Stored data
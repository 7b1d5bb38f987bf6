#!/usr/bin/env bash
# npm run start:demo – the whole product with its demo data on http://localhost:3000 (this machine only).
# Installs what is missing, starts MariaDB, migrates, seeds what is missing of the demo accounts and
# study (a restart keeps an admin's changes: deactivated accounts, roles, passwords), builds the app,
# and serves it together with the background worker and the local mail catcher. Ctrl-C stops all.
# Not a deployment: see `npm start` (scripts/serve.ts) in the README.
set -euo pipefail
cd "$(dirname "$0")/.."
source scripts/lib/ensure-system.sh

PORT="${PORT:-3000}"
ensure_debian_packages
ensure_node_modules
mkdir -p .data
bash scripts/db.sh start

if [ ! -s .data/nextauth-secret ]; then
  node -e "console.log(require('node:crypto').randomBytes(32).toString('hex'))" > .data/nextauth-secret
fi
export NEXTAUTH_SECRET="${NEXTAUTH_SECRET:-$(cat .data/nextauth-secret)}"
export NEXTAUTH_URL="${NEXTAUTH_URL:-http://localhost:$PORT}"

echo "migrating the database"
node --import tsx node_modules/knex/bin/cli.js --knexfile knexfile.ts migrate:latest
echo "seeding the demo (Fernhollow Imaging Core)"
node --import tsx scripts/seed-demo.ts
echo "importing the demo runs (synthetic, from our phantom) into the demo study"
node --conditions=react-server --import tsx scripts/import-demo-runs.ts

if [ "${QUORUM_SKIP_BUILD:-0}" != 1 ] || [ ! -f .next/BUILD_ID ]; then
  echo "building the app (about a minute)"
  npx next build > .data/build.log 2>&1 || { tail -30 .data/build.log; echo "the build failed; see .data/build.log"; exit 1; }
fi

pids=()
stop_all() {
  for pid in "${pids[@]}"; do kill "$pid" 2>/dev/null || true; done
  wait 2>/dev/null || true
}
trap stop_all EXIT INT TERM

# the local fake mail server catches every e-mail; read them at /dev/mailbox (signed in as the admin)
export SMTP_HOST="${SMTP_HOST:-127.0.0.1}" SMTP_PORT="${SMTP_PORT:-${QUORUM_MAIL_PORT:-2525}}" QUORUM_DEV_MAILBOX="${QUORUM_DEV_MAILBOX:-1}"
node --import tsx scripts/mail-server.ts &
pids+=($!)
node --conditions=react-server --import tsx scripts/worker.ts &
pids+=($!)

# the production server (scripts/serve.ts) in demo mode: the in-app mailbox is allowed, the schema
# was migrated above; it listens on this machine only unless QUORUM_HOST says otherwise
export PORT QUORUM_DEMO=1 QUORUM_SKIP_MIGRATE=1 QUORUM_HOST="${QUORUM_HOST:-127.0.0.1}"
echo "Quorum is starting on http://localhost:$PORT — sign in as lead@fernhollow.example / quorum-demo"
node --import tsx scripts/serve.ts &
pids+=($!)
wait -n "${pids[@]}"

▶ [WORK INSTRUCTION]: Each line in the data that holds the string "react" needs to be copied.

▶ [EXPECTED OUTPUT]:
node --conditions=react-server --import tsx scripts/import-demo-runs.ts
node --conditions=react-server --import tsx scripts/worker.ts &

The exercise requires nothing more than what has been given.